:: Problem ::
Look through the material below and give the number of lines where the string "enumerate" occurs, with nothing added.

:: Supplied data ::
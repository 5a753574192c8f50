"""CAD plan exchange (DXF, through ezdxf): room outlines in, zone layers read back.

Reading
-------
:func:`read_dxf_plan` takes the closed polylines (LWPOLYLINE and 2-D POLYLINE, arcs from
bulges flattened to 0.5 mm) of a drawing's model space. A *layer map* says what each
layer holds: ``"controlled"`` or ``"open"`` rooms (the access class of
:data:`fringe.model.building.ACCESS_CLASSES`), ``"wall"`` outlines (kept for drawing, never
checked) or ``"ignore"``. A room's name is the topmost TEXT/MTEXT whose anchor lies
inside it (the smallest containing outline wins when outlines nest), else its layer
name. Drawing units come from the ``$INSUNITS`` header and are scaled to metres; a
``rotation_deg`` (counter-clockwise, about the drawing origin) then turns the drawing and
an ``offset_m`` moves it into the site frame:
``site_xy = R(rotation_deg) · drawing_xy × metres_per_unit + offset_m``.

:func:`load_dxf_rooms` is the room-file loader registered as
``fringe.io.scenario.ROOM_LOADERS["dxf"]``; its options are the keys of
:data:`DXF_ROOM_OPTION_KEYS`.

Zone drawings
-------------
Zone drawings (footprints and the attraction zone on ``FRINGE-…`` layers) are drawn
by :func:`fringe.render.dxf.write_zones_dxf`; :func:`read_dxf_polygons` reads such a
layer back (rings nested by the even-odd rule). Layers named ``FRINGE-…``
(:data:`LAYER_PREFIX`) are never read as rooms.

Any file ezdxf cannot read raises :class:`fringe.model.errors.ScenarioError` naming the file.

References
----------
Autodesk, *DXF Reference* (AutoCAD 2012 and later): header variable ``$INSUNITS``,
entities LWPOLYLINE, POLYLINE, TEXT, MTEXT. ezdxf documentation, https://ezdxf.mozman.at.
"""

from __future__ import annotations

import fnmatch
import math
from collections.abc import Mapping
from dataclasses import dataclass
from pathlib import Path
from typing import Any

import numpy as np
import shapely
import shapely.affinity

from fringe.io.unit_slips import check_outline_size, check_site_span
from fringe.model.building import ACCESS_CLASSES, Room
from fringe.model.errors import ScenarioError, must_be

__all__ = ["DxfPlan", "read_dxf_plan", "load_dxf_rooms", "read_dxf_polygons",
           "metres_per_unit", "DXF_ROOM_OPTION_KEYS", "LAYER_ROLES", "UNIT_CHOICES",
           "LAYER_PREFIX"]

#: Option keys understood by the DXF room loader (the ``[[room_file]]`` keys that the
#: scenario passes through when ``format = "dxf"``).
DXF_ROOM_OPTION_KEYS: tuple[str, ...] = ("floor", "layers", "units", "offset_m", "name_from",
                                         "rotation_deg")

#: What a layer can hold: room access classes, wall outlines, or nothing of interest.
LAYER_ROLES: tuple[str, ...] = (*ACCESS_CLASSES, "wall", "ignore")

#: Unit names accepted in ``units`` → ``$INSUNITS`` code (DXF Reference).
UNIT_CHOICES: dict[str, int] = {"in": 1, "ft": 2, "mm": 4, "cm": 5, "m": 6, "dm": 14}

#: Prefix of every layer fringe writes (so a re-export replaces only our own layers).
LAYER_PREFIX: str = "FRINGE-"

#: Chord tolerance when flattening arcs (bulges), m.
_FLATTEN_M: float = 5e-4

_NAME_FROM = ("text", "layer")


def metres_per_unit(insunits: int) -> float:
    """Metres per drawing unit for a ``$INSUNITS`` code (``nan`` for unitless/unknown)."""
    from ezdxf.units import METER_FACTOR

    try:
        f = METER_FACTOR[int(insunits)]
    except (IndexError, ValueError, TypeError):
        return math.nan
    return math.nan if not f else 1.0 / f


# -- reading ----------------------------------------------------------------------------

@dataclass(frozen=True)
class DxfPlan:
    """What :func:`read_dxf_plan` found.

    Attributes
    ----------
    rooms : tuple of Room
        In site metres.
    walls : tuple of shapely geometry
        Outlines on ``"wall"`` layers (LineString or Polygon), site metres.
    insunits : int
        The ``$INSUNITS`` code used.
    metres_per_unit : float
    offset_m : (float, float)
    layers : tuple of str
        Every layer name the drawing declares (for messages and mapping help).
    rotation_deg : float
        Turn of the drawing about its origin before the offset, degrees counter-clockwise.
    """

    rooms: tuple[Room, ...]
    walls: tuple[Any, ...]
    insunits: int
    metres_per_unit: float
    offset_m: tuple[float, float]
    layers: tuple[str, ...]
    rotation_deg: float = 0.0


def _read_doc(path: Path, file_for_errors: str):
    import ezdxf

    if not path.is_file():
        raise ScenarioError("cannot read the DXF drawing: no such file", file_for_errors)
    try:
        return ezdxf.readfile(str(path))
    except Exception as e:  # noqa: BLE001 - any parser failure is a broken input file
        detail = str(e).strip().splitlines()[0] if str(e).strip() else type(e).__name__
        raise ScenarioError(f"not a readable DXF drawing ({detail})", file_for_errors) from None


def _options(options: Mapping | None, file: str):
    o = dict(options or {})
    unknown = [k for k in o if k not in DXF_ROOM_OPTION_KEYS]
    if unknown:
        raise ScenarioError(must_be(f"room_file.{unknown[0]}", "one of the DXF options "
                                    f"{', '.join(DXF_ROOM_OPTION_KEYS)}", unknown[0]), file)
    layers = o.get("layers")
    if layers is not None:
        if (not isinstance(layers, Mapping) or not layers
                or not all(isinstance(k, str) and isinstance(v, str) for k, v in layers.items())):
            raise ScenarioError(must_be("room_file.layers", "a table of layer name (or "
                                        "pattern) = role", layers), file)
        for k, v in layers.items():
            if v not in LAYER_ROLES:
                raise ScenarioError(must_be(f"room_file.layers.{k}",
                                            f"one of {', '.join(map(repr, LAYER_ROLES))}", v),
                                    file)
    units = o.get("units")
    if units is not None and units not in UNIT_CHOICES:
        raise ScenarioError(must_be("room_file.units",
                                    f"one of {', '.join(map(repr, UNIT_CHOICES))}", units), file)
    off = o.get("offset_m", (0.0, 0.0))
    if (not isinstance(off, (list, tuple)) or len(off) != 2
            or any(isinstance(x, bool) or not isinstance(x, (int, float)) or not math.isfinite(x)
                   for x in off)):
        raise ScenarioError(must_be("room_file.offset_m", "an array of 2 numbers (m)", off), file)
    name_from = o.get("name_from", "text")
    if name_from not in _NAME_FROM:
        raise ScenarioError(must_be("room_file.name_from",
                                    f"one of {', '.join(map(repr, _NAME_FROM))}", name_from), file)
    floor = o.get("floor")
    if floor is not None and (not isinstance(floor, str) or not floor):
        raise ScenarioError(must_be("room_file.floor", "a floor name", floor), file)
    rot = o.get("rotation_deg", 0.0)
    if (isinstance(rot, bool) or not isinstance(rot, (int, float)) or not math.isfinite(rot)
            or abs(rot) > 360.0):
        raise ScenarioError(must_be("room_file.rotation_deg", "a number of degrees from -360 "
                                    "to 360 (counter-clockwise)", rot), file)
    return floor, layers, units, (float(off[0]), float(off[1])), name_from, float(rot)
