def _draw_title_block(fig: Figure, info: SheetInfo, *, kind: str, scale_text: str = "") -> None:
    """Title, subtitle, site, magnets and boundary, then boxed fields: sign-off (drawn,
    checked, approved: name and date), drawing number, revision, status and scale, and
    date, tool and sheet number. Unset fields leave their boxes empty for a pen."""
    ax = fig.add_axes(_TITLE, label="title block")
    ax.set_axis_off()
    ax.add_patch(Rectangle((0, 0), 1, 1, transform=ax.transAxes, fill=False,
                           edgecolor=_INK, linewidth=1.6))
    fig_w, fig_h = fig.get_size_inches()
    h_pt = _TITLE[3] * fig_h * 72
    w_pt = _TITLE[2] * fig_w * 72
    pad = 0.035
    chars_small = _chars_for(_TITLE[2] * (1 - 2 * pad), 7.5, fig_w)
    # bold 11.5 pt runs wider than the average character _chars_for assumes
    chars_title = _chars_for(_TITLE[2] * (1 - 2 * pad), 11.5 * 1.15, fig_w)
    rows: list[tuple[str, str, float, str]] = [
        ("drawing", info.title, 11.5, "bold"),
        ("", info.subtitle, 8.0, "normal"),
        ("site", info.site_name, 9.0, "bold"),
        ("magnets", ", ".join(info.magnets) if info.magnets else "", 8.0, "normal"),
        ("boundary", info.boundary_note, 7.5, "normal"),
    ]
    y = 1.0 - pad * 1.2
    for label, value, fs, weight in rows:
        if not value:
            continue
        width = chars_title if fs > 10 else chars_small
        text = _wrap(value, width)
        n_lines = text.count("\n") + 1
        if label:
            ax.text(pad, y, label.upper(), transform=ax.transAxes, fontsize=5.5,
                    color="0.35", ha="left", va="top")
            y -= 7.0 / h_pt
        ax.text(pad, y, text, transform=ax.transAxes, fontsize=fs, fontweight=weight,
                color=_INK, ha="left", va="top", linespacing=1.15,
                gid="fringe-sheet-title" if label == "drawing" else None)
        y -= (n_lines * fs * 1.2 + 4.0) / h_pt
    d = info.drawing
    kw = {"h_pt": h_pt, "w_pt": w_pt}
    row = _ROW_PT / h_pt
    # bottom row: date | tool | sheet
    sheet = info.sheet_number if info.sheet_number is not None else "- of -"
    _cell(ax, 0.0, 0.30, 0.0, row, "date", info.date_iso or "(undated)", **kw)
    _cell(ax, 0.30, 0.64, 0.0, row, "computed with", info.tool_version, **kw)
    _cell(ax, 0.64, 1.0, 0.0, row, "sheet", sheet, **kw,
          gid=_SHEET_NUMBER_GID if info.sheet_number is not None
          else _SHEET_NUMBER_GID + "-auto")
    # drawing number | revision | status | scale
    _cell(ax, 0.0, 0.34, row, row, "drawing no.", d.number, gid="fringe-drawing-number", **kw)
    _cell(ax, 0.34, 0.46, row, row, "rev.", d.revision, gid="fringe-revision", **kw)
    _cell(ax, 0.46, 0.70, row, row, "status", d.status, gid="fringe-status", **kw)
    _cell(ax, 0.70, 1.0, row, row, "scale", scale_text or "not to scale", gid="fringe-scale",
          **kw)
    # sign-off: a name box over a date box for each role, the date left for the pen
    y_date = 2 * row
    y_name = y_date + _SIGN_DATE_PT / h_pt
    for i, (role, attr) in enumerate(_SIGN_ROLES):
        x0, x1 = i / 3, (i + 1) / 3
        _cell(ax, x0, x1, y_name, _SIGN_NAME_PT / h_pt, role, getattr(d, attr),
              gid=f"fringe-{role}-by", **kw)
        _cell(ax, x0, x1, y_date, _SIGN_DATE_PT / h_pt, f"{role}: date", "",
              gid=f"fringe-{role}-date", **kw)


def _draw_key_column(fig: Figure, handles: list, labels: list[str], title: str,
                     notes: Sequence[str], contents: Sequence[str] = ()) -> None:
    """Legend (top of the key column), then a contents list, then numbered notes."""
    ax = fig.add_axes(_KEY, label="key")
    ax.set_axis_off()
    fs = 8.0
    fw = fig.get_figwidth()
    width = _chars_for(_KEY[2] * 0.78, fs, fw)
    top = 1.0
    if contents:
        wc = _chars_for(_KEY[2] * 0.92, fs, fw)
        body = "\n".join(_wrap(f"{i}. {c}", wc) for i, c in enumerate(contents, 1))
        ax.text(0.0, top, "CONTENTS", transform=ax.transAxes, fontsize=8.5,
                fontweight="bold", va="top", ha="left", color=_INK)
        t = ax.text(0.0, top - 0.03, body, transform=ax.transAxes, fontsize=fs, va="top",
                    ha="left", color=_INK, linespacing=1.3)
        bb = t.get_window_extent(_renderer(fig))
        top = ax.transAxes.inverted().transform((bb.x0, bb.y0))[1] - 0.04
    if handles:
        leg = ax.legend(handles, [_wrap(lb, width) for lb in labels], loc="upper left",
                        bbox_to_anchor=(0.0, top), fontsize=fs, title=title,
                        title_fontsize=9.5, frameon=True, edgecolor=_INK, fancybox=False,
                        alignment="left", handlelength=2.6, handleheight=1.3,
                        borderpad=0.8, labelspacing=0.55)
        leg.get_frame().set_linewidth(1.0)
        bb = leg.get_window_extent(_renderer(fig))
        top = ax.transAxes.inverted().transform((bb.x0, bb.y0))[1] - 0.03
    if notes:
        ax.text(0.0, top, "NOTES", transform=ax.transAxes, fontsize=8.5, fontweight="bold",
                va="top", ha="left", color=_INK)
        t = ax.text(0.0, top - 0.03, "", transform=ax.transAxes, va="top", ha="left",
                    color=_INK, linespacing=1.25, gid="fringe-notes")
        renderer = _renderer(fig)
        floor = ax.get_window_extent(renderer).y0
        items = [f"{i}. {n}" for i, n in enumerate(notes, 1)]
        # shrink to fit above the title block; if even 6 pt is too long, cut the list
        for fs_n in (7.5, 7.0, 6.5, 6.0):
            wn = _chars_for(_KEY[2] * 0.95, fs_n, fw)
            t.set_fontsize(fs_n)
            t.set_text("\n".join(_wrap(it, wn) for it in items))
            if t.get_window_extent(renderer).y0 >= floor:
                break
        else:
            keep = len(items)
            while keep > 0 and t.get_window_extent(renderer).y0 < floor:
                keep -= 1
                t.set_text("\n".join([_wrap(it, wn) for it in items[:keep]]
                                     + [f"... {len(items) - keep} more notes in the report"]))


_CURVE_STYLES = [("#1f3b73", "-"), ("#2a9d8f", "--"), ("#6a3d9a", "-."), ("0.2", ":"),
                 ("#b5a642", "-")]


def curve_sheet(panels: Sequence[CurvePanel], info: SheetInfo, *,
                notes: Sequence[str] = ()) -> Figure:
    """A sheet of x-y plots stacked vertically (e.g. quench current and energy left).

    Parameters
    ----------
    panels : sequence of CurvePanel
        One panel per plot, top to bottom; axis labels carry units.
    info : SheetInfo
    notes : sequence of str
        Extra notes after ``info.notes``.

    Returns
    -------
    matplotlib.figure.Figure

    Raises
    ------
    FringeInputError
        No panels, a curve with mismatched or empty x and y, or log_y with y <= 0.
    """
    panels = list(panels)
    if not panels:
        raise FringeInputError(must_be("panels", "a non-empty list of CurvePanel", panels))
    fig = _new_figure(info)
    _draw_frame(fig, info, kind="curves")
    left, bottom, width, height = _WIDE
    n = len(panels)
    gap = 0.07
    h = (height - gap * (n - 1)) / n
    for i, p in enumerate(panels):
        if not isinstance(p, CurvePanel) or not p.curves:
            raise FringeInputError(must_be(f"panels[{i}]", "a CurvePanel with at least one "
                                           "Curve", p))
        ax = fig.add_axes((left + 0.02, bottom + (n - 1 - i) * (h + gap), width - 0.02, h),
                          label=f"panel {i}")
        for j, c in enumerate(p.curves):
            xv = np.asarray(c.x, float).ravel()
            yv = np.asarray(c.y, float).ravel()
            if xv.size == 0 or xv.shape != yv.shape:
                raise FringeInputError(must_be(f"panels[{i}].curves[{j}] ({c.label})",
                                               "non-empty x and y of equal length",
                                               f"{xv.size} and {yv.size} values"))
            if p.log_y and np.any(yv[np.isfinite(yv)] <= 0):
                raise FringeInputError(must_be(f"panels[{i}].curves[{j}].y ({c.label})",
                                               "positive for a log axis", _short(yv)))
            color, ls = _CURVE_STYLES[j % len(_CURVE_STYLES)]
            ax.plot(xv, yv, color=color, linestyle=ls, linewidth=1.8, label=c.label)
        for label, xm in p.marks:
            ax.axvline(xm, color="0.3", linewidth=0.9, linestyle=(0, (4, 3)))
            ax.annotate(label, xy=(xm, 1.0), xycoords=("data", "axes fraction"),
                        xytext=(3, -3), textcoords="offset points", ha="left", va="top",
                        fontsize=7.5, color="0.2", path_effects=_HALO)
        if p.log_y:
            ax.set_yscale("log")
        ax.set_xlabel(p.x_label, fontsize=9)
        ax.set_ylabel(p.y_label, fontsize=9)
        if p.title:
            ax.set_title(p.title, fontsize=10, loc="left", fontweight="bold")
        ax.tick_params(labelsize=8)
        ax.grid(True, color="0.75", linewidth=0.5)
        ax.legend(fontsize=8, frameon=True, edgecolor="0.5", fancybox=False)
    _draw_key_column(fig, [], [], "", list(info.notes) + list(notes))
    return fig


_BLANK_CELLS = ("", "-", "\u2013", "\u2014", "n/a")


def _looks_numeric(s: str) -> bool:
    return bool(re.fullmatch(r"[-+]?[\d.,]+(e[-+]?\d+)?( ?[%a-zA-Zµ°³²/·]*)?", s.strip())) \
        and any(ch.isdigit() for ch in s)


@dataclass
class _Table:
    """One table laid out for paging: wrapped cells, column widths, alignment."""

    title: str
    header: list[str]
    rows: list[list[str]]
    bold: list[bool]
    xs: np.ndarray
    numeric: list[bool]
    width: float

    @property
    def header_lines(self) -> int:
        return max(h.count("\n") + 1 for h in self.header)

    @staticmethod
    def row_lines(row: list[str]) -> int:
        return max(c.count("\n") + 1 for c in row)


def _prepare_table(key: str, title: str, columns, rows, font_size: float) -> _Table:
    cols = [str(c) for c in columns]
    if not cols:
        raise FringeInputError(must_be(f"{key}columns", "a non-empty list of headers",
                                       list(columns)))
    cells: list[list[str]] = []
    for i, r in enumerate(rows):
        r = list(r)
        if len(r) != len(cols):
            raise FringeInputError(must_be(f"{key}rows[{i}]", f"a row of {len(cols)} cells",
                                           f"{len(r)} cells"))
        cells.append([_cell_text(c) for c in r])
    avail_chars = _chars_for(_WIDE[2], font_size)
    natural = [max([len(c)] + [max(len(w) for w in (row[j] or " ").split("\n"))
                               for row in cells]) for j, c in enumerate(cols)]
    natural = [max(4, min(n, 48)) for n in natural]
    total = sum(natural) + 3 * len(cols)
    scale = min(1.0, avail_chars / total)
    widths = [max(4, int(n * scale)) for n in natural]
    table_w = min(1.0, max(0.45, total / avail_chars))
    numeric = [bool(cells) and all(_looks_numeric(row[j]) for row in cells
                                   if row[j].strip() not in _BLANK_CELLS)
               and any(row[j].strip() not in _BLANK_CELLS for row in cells)
               for j in range(len(cols))]
    xs = table_w * np.cumsum([0] + [(w + 3) / sum(w + 3 for w in widths) for w in widths])
    return _Table(title=str(title), header=[_wrap(c, widths[j]) for j, c in enumerate(cols)],
                  rows=[[_wrap(row[j], widths[j]) for j in range(len(cols))] for row in cells],
                  bold=[any(c.strip().lower() == Verdict.EXCEEDS for c in row)
                        for row in cells],
                  xs=xs, numeric=numeric, width=table_w)


def table_sheet(title: str, columns: Sequence[str], rows: Sequence[Sequence[Any]],
                info: SheetInfo, *, notes: Sequence[str] = (), font_size: float = 8.5
                ) -> list[Figure]:
    """A table over as many sheets as it needs (header repeated on each).

    Parameters
    ----------
    title : str
        Printed above the table ("(continued)" added on later sheets).
    columns : sequence of str
        Column headers, with units (e.g. "largest field, mT").
    rows : sequence of sequences
        Cell values; numbers are printed with :func:`format_value` and right-aligned;
        long text wraps within its column; a row with a cell reading "exceeds" is set
        in bold.
    info : SheetInfo
    notes : sequence of str
        Extra notes in the key column.
    font_size : float
        Cell font size, pt.

    Returns
    -------
    list of matplotlib.figure.Figure
        At least one sheet (an empty table prints "(no rows)").

    Raises
    ------
    FringeInputError
        No columns, or a row whose length differs from the header's.
    """
    return _table_pages([_prepare_table("", title, columns, rows, font_size)], info,
                        notes, font_size)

:: Written solution ::
8